__WHAT YOU NEED TO DO__: Among the records below, find the line that has "if design is"; from there, give the lines again exactly, and stop after the line that has "every fitted capacitor".

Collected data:
········

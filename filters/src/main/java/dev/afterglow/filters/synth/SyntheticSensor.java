package dev.afterglow.filters.synth;

import dev.afterglow.filters.EventBatch;
import java.util.Arrays;
import java.util.SplittableRandom;
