def _audit_verdicts(table: pd.DataFrame, rule_verdicts: pd.DataFrame,
                    import_findings, ruleset, stage_verdicts: pd.DataFrame) -> pd.DataFrame:
    """Add the audit's own verdicts: placements with no design row, no derating rule of a
    required family, and the importer's findings on a placement (quantity mismatch, column
    conflict) as warnings; and the circuit stage's ``stage_verdicts``. One sort by placement
    and rule id (stable: the rules' verdicts, the audit's, the stage's)."""
    refdes = table["refdes"].to_numpy(dtype=object)
    parts: list[tuple[np.ndarray, str, str, list[str], str]] = []

    def add(idx: np.ndarray, rule_id: str, status: str, messages, source: str) -> None:
        if len(idx):
            parts.append((idx, rule_id, status, messages, source))

    no_row = np.flatnonzero(table["condition_source"].isin(["none", "defaults"]).to_numpy())
    add(no_row, NO_DESIGN_ROW, "nodata",
        [f"{r}: not in the design sheet; no operating conditions beyond board-wide defaults"
         for r in refdes[no_row]], "design sheet")
    for family, idx in _families_missing(table, rule_verdicts, ruleset).items():
        tech = table["technology"].to_numpy(dtype=object)[idx]
        add(idx, NO_FAMILY_RULE.format(family=family), "nodata",
            [f"{r}: no {family} derating rule in force for {t or 'a part of unknown technology'}"
             "; a backstop (within the rating) is not a derating check: give the technology or "
             "add a rule" for r, t in zip(refdes[idx], tech)], "rule sets in force")
    if import_findings:  # each finding's placements looked up, not searched for
        of_refdes, of_row = _positions_of(refdes), _positions_of(table["row"].to_numpy())
    for f in import_findings:
        idx = of_refdes(f.refdes) if f.refdes else of_row(f.row)
        if not len(idx) and f.refdes:
            idx = of_row(f.row)
        add(idx, BOM_FINDING.format(code=f.code), f.severity,
            [f"{r}: {f.message}" for r in refdes[idx]], "BOM data")
    frames = [rule_verdicts, *([_with_basis(stage_verdicts)] if len(stage_verdicts) else [])]
    if len(frames) == 1 and not parts:
        return rule_verdicts
    if parts:  # one frame of the audit's own verdicts (not one per kind)
        frames.insert(1, _with_basis(_own_frame(parts, refdes)))
    out = pd.concat(frames, ignore_index=True)
    return out.take(_verdict_order(out)).reset_index(drop=True)


def _with_basis(verdicts: pd.DataFrame) -> pd.DataFrame:
    """Verdicts of the audit or a stage with their basis where they give none: no verdict is
    missing data, a finding on given data is firm (set on these few rows, not on the whole
    verdict table)."""
    basis = (verdicts["basis"].to_numpy(dtype=object) if "basis" in verdicts
             else np.full(len(verdicts), np.nan, dtype=object))
    unset = pd.isna(basis)
    if not unset.any():
        return verdicts
    basis = basis.copy()
    basis[unset] = np.where(verdicts["status"].to_numpy(dtype=object)[unset] == "nodata",
                            "missing", "firm")
    return verdicts.assign(basis=pd.Series(basis, index=verdicts.index, dtype=object))


def _verdict_order(verdicts: pd.DataFrame) -> np.ndarray:
    """The rows of a verdict table by placement, then rule id, stable (as ``sort_values(["pidx",
    "rule_id"], kind="stable")``), sorted on one integer key: each distinct rule id ranked once."""
    codes, ids = object_codes(verdicts["rule_id"])
    rank = np.empty(len(ids) + 1, dtype=np.int64)
    rank[np.argsort(np.array(ids, dtype=object), kind="stable")] = np.arange(len(ids))
    rank[-1] = len(ids)  # a missing rule id last
    key = verdicts["pidx"].to_numpy(dtype=np.int64) * (len(ids) + 1) + rank[codes]
    return np.argsort(key, kind="stable")


def _positions_of(values: np.ndarray):
    """A look-up of the positions (ascending) where ``values`` holds a value: one grouping of
    the column, then a dictionary look-up per value asked for."""
    codes, uniques = pd.factorize(values)
    order = np.argsort(codes, kind="stable")
    bounds = np.searchsorted(codes[order], np.arange(len(uniques) + 1))
    group = {u: j for j, u in enumerate(uniques.tolist())}
    none = order[:0]

    def positions(value) -> np.ndarray:
        j = group.get(value)
        return none if j is None else order[bounds[j]:bounds[j + 1]]
    return positions


def _own_frame(parts: list[tuple[np.ndarray, str, str, list[str], str]],
               refdes: np.ndarray) -> pd.DataFrame:
    """The audit's own verdicts ((placements, rule id, status, messages, source) per kind) as
    one frame."""
    sizes = [len(idx) for idx, *_ in parts]

    def repeated(at: int) -> np.ndarray:
        return np.repeat(np.array([p[at] for p in parts], dtype=object), sizes)

    idx = np.concatenate([p[0] for p in parts])
    return pd.DataFrame({
        "pidx": idx, "refdes": refdes[idx], "rule_id": repeated(1), "status": repeated(2),
        "message": np.array([m for p in parts for m in p[3]], dtype=object),
        "source": repeated(4)}, copy=False)


def placement_status(verdicts: pd.DataFrame, n: int) -> np.ndarray:
    """Each placement's status: the worst of its verdicts (STATUS_ORDER); nodata when it has none."""
    worst = np.full(n, RANK["nodata"], dtype=np.int64)
    if len(verdicts):
        codes, statuses = _codes(verdicts, "status")
        if (codes < 0).any():
            raise ValueError("a verdict has no status")
        r = np.array([RANK[s] for s in statuses], dtype=np.int8)[codes]
        p = verdicts["pidx"].to_numpy(dtype=np.int64)
        best = np.full(n, -1, dtype=np.int8)
        np.maximum.at(best, p, r)
        worst = np.where(best >= 0, best, worst)
    return np.asarray(STATUS_ORDER, dtype=object)[worst]


@frozen
class Evaluated:
    """A placement table after the stress, circuit and evaluate stages."""

    table: pd.DataFrame  # metrics and ``status`` added
    verdicts: pd.DataFrame
    groups: tuple[dict, ...] = ()
    messages: engine.Messages | None = None  # renders the messages a lazy evaluation left out


def evaluate_table(table: pd.DataFrame, ruleset, *, parts=None, groups=None,
                   import_findings=(), lazy: bool = False) -> Evaluated:
    """The middle of the pipeline on a table of fitted placements (spec and condition columns):
    stresses, circuit-level stresses with parts data, rule verdicts, the audit's own verdicts and
    each placement's status. ``run_audit`` and the substitute check both call it. ``lazy``:
    the rules' passing verdicts carry no message (``Evaluated.messages`` renders them)."""
    data = stress_data(ruleset)
    table = stresses.compute(table.reset_index(drop=True), data)
    with wide_table_edits():  # the circuit stage adds a handful of columns one at a time
        run = circuit.apply(table, data, ruleset, parts=parts, groups=groups)
    table = run.table
    rule_verdicts, messages = engine.evaluate_lazily(table, ruleset, passes=not lazy)
    verdicts = _audit_verdicts(table, rule_verdicts, import_findings, ruleset, run.verdicts)
    # The audit's own verdicts: no verdict is missing data; a finding on given data is firm.
    basis = verdicts["basis"].to_numpy(dtype=object)
    unset = pd.isna(basis)
    if unset.any():  # only those few rows are compared and written
        basis = basis.copy()
        basis[unset] = np.where(verdicts["status"].to_numpy(dtype=object)[unset] == "nodata",
                                "missing", "firm")
        verdicts["basis"] = pd.Series(basis, index=verdicts.index, dtype=object)
    # A stress is reported only where a rule gave the placement a verdict on it (or on what it
    # feeds); new columns only below, the stages never write in place.
    table = engine.without_unverdicted(table, verdicts, ruleset)
    status = pd.Series(placement_status(verdicts, len(table)), index=table.index, name="status")
    table = table.drop(columns=["status"]) if "status" in table else table.copy(deep=False)
    with wide_table_edits():
        table["status"] = status
    return Evaluated(table, verdicts, run.groups, messages if lazy else None)


def load_ruleset(names: tuple[str, ...] = (), environment: str = "severe") -> rules.RuleSet:
    """The rule sets in force: ``names`` (names or paths; the default set when empty) judged
    for ``environment`` (``rules.ENVIRONMENTS``). The audit and the substitute check both call it."""
    return rules.load_rules(names or (rules.DEFAULT_RULESET,)).for_environment(environment)


def placement_table(placements: pd.DataFrame, design) -> pd.DataFrame:
    """The fitted placements joined to their design-sheet conditions (``design`` None: no
    conditions, ``condition_source`` "none"), the table the stress stage takes. The audit and the
    substitute check both build it here."""
    fitted = placements[placements["fitted"].astype(bool)].reset_index(drop=True)
    if design is not None:
        conditions = design.for_placements(fitted["refdes"]).reset_index(drop=True)
    else:
        conditions = pd.DataFrame({"condition_source": ["none"] * len(fitted)})
    return pd.concat([fitted, conditions.drop(columns=[c for c in conditions if c in fitted])],
                     axis=1)


def run_audit(bom_path: str, design_path: str | None, options: AuditOptions = AuditOptions()) -> Report:
    """Audit every fitted capacitor placement of ``bom_path`` under the design sheet's conditions."""
    imported = importer.read_bom(bom_path, options.import_options or importer.ImportOptions())
    design = (design_mod.read_design(design_path, sheet=options.design_sheet)
              if design_path is not None else None)
    return audit_with_files(imported, design, options)


def audit_with_files(imported, design, options: AuditOptions = AuditOptions()) -> Report:
    """``audit_inputs`` with the parts data and waivers that ``options`` names read from their
    files (the BOM and design sheet already read, from files or from tables in memory)."""
    part_data = (parts_mod.read_parts(options.parts, override=options.parts_override)
                 if options.parts else None)
    report = audit_inputs(imported, design, part_data, options)
    if options.waivers:
        report = apply_waivers(report, load_waivers(options.waivers), options.today or date.today())
    return report
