"""Read stage: formats, encodings, header search, blank rows, source rows, sheets, bad files."""

import sys
import zipfile

import openpyxl
import pytest

from bomcheck.errors import InputError
from bomcheck.parse.columns import has_designator_column
from bomcheck.read import reader
from bomcheck.read.reader import HeaderNotFound, unique_headers
from bomcheck.read.workbook import OLE_MAGIC


def read_table(path, **kwargs):
    """The reader with the importer's header test (a designator-like column): the caller says
    what its header row holds."""
    kwargs.setdefault("header_predicate", has_designator_column)
    return reader.read_table(path, **kwargs)


def _write(path, text, encoding="utf-8"):
    path.write_bytes(text.encode(encoding))
    return str(path)


def _cells(table):
    return table.frame.values.tolist()


def test_csv_title_rows_cp1252_micro_sign(tmp_path):
    # Windows export: cp1252, where byte 0xB5 is the micro sign (cp1252 code page table).
    raw = (b"St\xfcckliste Baugruppe KV-2210\r\nStand 2024-05-01\r\n\r\n"
           b"Designator,Qty,Value,Package\r\nC1,1,4.7\xb5F,0402\r\nC2,2,100n,0603\r\n")
    path = tmp_path / "bom.csv"
    path.write_bytes(raw)
    t = read_table(str(path))
    assert (t.format, t.encoding, t.header_row) == ("csv", "cp1252", 4)
    assert t.headers == ["Designator", "Qty", "Value", "Package"]
    assert _cells(t) == [["C1", "1", "4.7\u00b5F", "0402"], ["C2", "2", "100n", "0603"]]
    assert t.rows.tolist() == [5, 6]


def test_utf8_with_byte_order_mark(tmp_path):
    t = read_table(_write(tmp_path / "b.csv", "\ufeffRefDes,Value\nC1,1µF\n"))
    assert t.encoding == "utf-8-sig" and t.headers == ["RefDes", "Value"]
    assert _cells(t) == [["C1", "1µF"]]


def test_utf8_without_byte_order_mark_keeps_both_micro_glyphs(tmp_path):
    t = read_table(_write(tmp_path / "b.csv", "RefDes,Value\nC1,1\u00b5F\nC2,1\u03bcF\n"))
    assert t.encoding == "utf-8" and _cells(t) == [["C1", "1\u00b5F"], ["C2", "1\u03bcF"]]
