"""The pipeline end to end: one board (audit) or many (batch)."""
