def _read_workbook(path: str, data: bytes, sheet: str | int | None,
                   predicate: Callable[[list[str]], bool], *, kind: str, scan: Any) -> RawTable:
    lim = limits_mod.current()
    wb = _Workbook(path, data, kind=kind)
    current = None
    try:
        if not wb.sheet_names:
            raise InputError("the workbook has no sheets", path=path)
        hidden = set(wb.hidden)
        if scan is not None and scan.scanned:
            hidden |= {s.name for s in scan.sheets if s.hidden}
        notes: list[ReadWarning] = []
        if sheet is not None:
            candidates = [_pick_sheet(path, wb.sheet_names, sheet)]
        else:
            candidates = [n for n in wb.sheet_names if lim.include_hidden or n not in hidden]
            skipped = [n for n in wb.sheet_names if n not in candidates]
            if skipped:
                notes.append(ReadWarning(
                    "hidden-sheets", f"{path}: {len(skipped)} hidden worksheet"
                    f"{'s' if len(skipped) > 1 else ''} not read ("
                    + ", ".join(map(repr, skipped)) + "); --include-hidden reads them, --sheet "
                    "NAME picks one"))
        searched: list[list[str]] = []
        for name in candidates:
            current = name
            s_scan = scan.sheet(name) if scan is not None else None
            head = _sheet_rows(wb, name, s_scan, HEADER_SEARCH_ROWS * 4, lim.include_hidden)
            h = _find_header(head.cells, predicate)
            if h is not None:
                full = _sheet_rows(wb, name, s_scan, None, lim.include_hidden)
                notes.extend(_hidden_notes(path, name, full))
                table = _xlsx_table(path, name, full, h, kind, lim)
                return replace(table, warnings=table.warnings + tuple(notes))
            searched.extend([r for r in head.cells if any(r)][:HEADER_SEARCH_ROWS])
        current = None
        where = (f"sheet {candidates[0]!r}" if sheet is not None
                 else "every visible sheet (" + ", ".join(map(repr, candidates)) + ")")
        hint = "pick the sheet with --sheet or name the column with --columns refdes=HEADER"
        if sheet is None and hidden:
            hint += "; hidden sheets were not searched (--include-hidden)"
        raise HeaderNotFound(
            f"no header row with a designator column in the first {HEADER_SEARCH_ROWS} rows "
            f"of {where}",
            path=path, candidates=searched, where=where,
            expected="a header row naming a designator column such as Designator, RefDes or "
                     "Reference", hint=hint)
    except InputError:
        raise
    except Exception as exc:  # noqa: BLE001 - a damaged sheet, whatever the library raises
        place = f"sheet {current!r} " if current is not None else ""
        raise InputError(f"cannot read {place}of the workbook ({type(exc).__name__}: "
                         f"{_short(exc)})", path=path,
                         expected="a workbook saved by a spreadsheet program") from None
    finally:
        wb.close()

········

__REPLY__:
    if design is not None:
        conditions = design.for_placements(fitted["refdes"]).reset_index(drop=True)
    else:
        conditions = pd.DataFrame({"condition_source": ["none"] * len(fitted)})
    return pd.concat([fitted, conditions.drop(columns=[c for c in conditions if c in fitted])],
                     axis=1)


def run_audit(bom_path: str, design_path: str | None, options: AuditOptions = AuditOptions()) -> Report:
    """Audit every fitted capacitor placement of ``bom_path`` under the design sheet's conditions."""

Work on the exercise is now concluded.